Bukan hanya kejadian ganjil malam itu saja. Ada yang lebih gila. Itu terjadi di kamar mandi saat aku sedang mencuci muka. Pintu kamar mandi tiba-tiba diketuk dari luar tanpa ada suara yang memanggil.

Ketika kubuka pintunya, kutemukan sebuah tali putih terbuat dari kain seukuran satu meter. Tali itu kusut dan begitu kotor. Bahkan, tali itu juga menyembulkan bau busuk. Aku curiga kalau itu adalah tali dari kain kafan.

Satu hal lagi yang membuatku sangat takut dan cems. Suatu hari, saat aku sedang berjalan di lorong rumah sakit waktu itu sedang menjenguk tante yang sakit ada seorang anak perempuan. Kutaksir, umurnya sekitar sepuluh tahunan. Ia terlihat tengah duduk di atas kursi roda. Saat aku melintar di depannya, ia justru menangis sejadi-jadinya. Jarinya menunjuk-nunjuk ke arahku.

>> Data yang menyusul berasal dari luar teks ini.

import type { Table } from 'mdast'
import type { Audit, Ratio, SweepStep } from '../../audit/audit.ts'
import { formatArcmin } from '../../quantity/format-angle.ts'
import { type Column, table } from '../nodes.ts'
import { lineOrLines } from '../wording/line-or-lines.ts'
import { ratioFigure } from '../wording/ratio-figure.ts'

/** How the asserted date fares against each independent one, by build tolerance. */
export function ratiosTable(audit: Audit): Table[] {
  const rows = audit.sweep.steps.filter((step) => step.in_table)
  if (audit.other_dates.length === 0 || rows.length === 0) return []
  const against = audit.other_dates.map(
    (date): Column<SweepStep> => ({
      head: `Against ${date.label}`,
      cell: (step) => ratioCell(step.ratios.find((ratio) => ratio.against === date.label)),
      width: 5,
    }),
  )
  return [
    table<SweepStep>(
      [
        `How many times better the asserted date (${audit.asserted.printed}) fits ${lineOrLines(audit, 'the line', 'the lines')} `,
        'than each independent date does; a figure below 1 favours the independent date. The words are those of Kass & Raftery (1995).',
        audit.outcome === 'none' || audit.outcome === 'missed'
          ? ' Where neither date fits, the figure only compares misses.'
          : '',
      ],
      [
        {
          head: 'Build tolerance',
          cell: (step) => formatArcmin(step.tolerance_arcmin),
          align: 'right',
          width: audit.other_dates.length > 2 ? 3 : 1,
        },
        ...against,
      ],
      rows,
    ),
  ]
}

function ratioCell(ratio: Ratio | undefined): string {
  if (!ratio) return 'not computed'
  const figure = ratioFigure(ratio)
  return figure === null ? ratio.words : `${figure}: ${ratio.words}`
}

"Pocong...! Pocong...! Pocong...!" Ia menangis, lalu mengamuk. Tanpa menghentikan tangisnya, ia menyuruhku pergi dari hadapannya.

Hal itu membuatku bingung. Aku menoleh ke belakang. Tak ada siapa-siapa. Kulihat sekeliling, tak ada siapa-siapa juga. Tak kutemukan siapa pun, apalagi sosok pocong seperti yang dikatakan bocah itu.

Semua kejadian itu begitu ganjil bagiku. Dan, yang paling mengganggu, kenapa badanku semakin hari semakin berat saja? Seperti ada sesuatu yang menimpa bahuku. Bahkan, terkadang sekujur tubuhku juga terasa panas.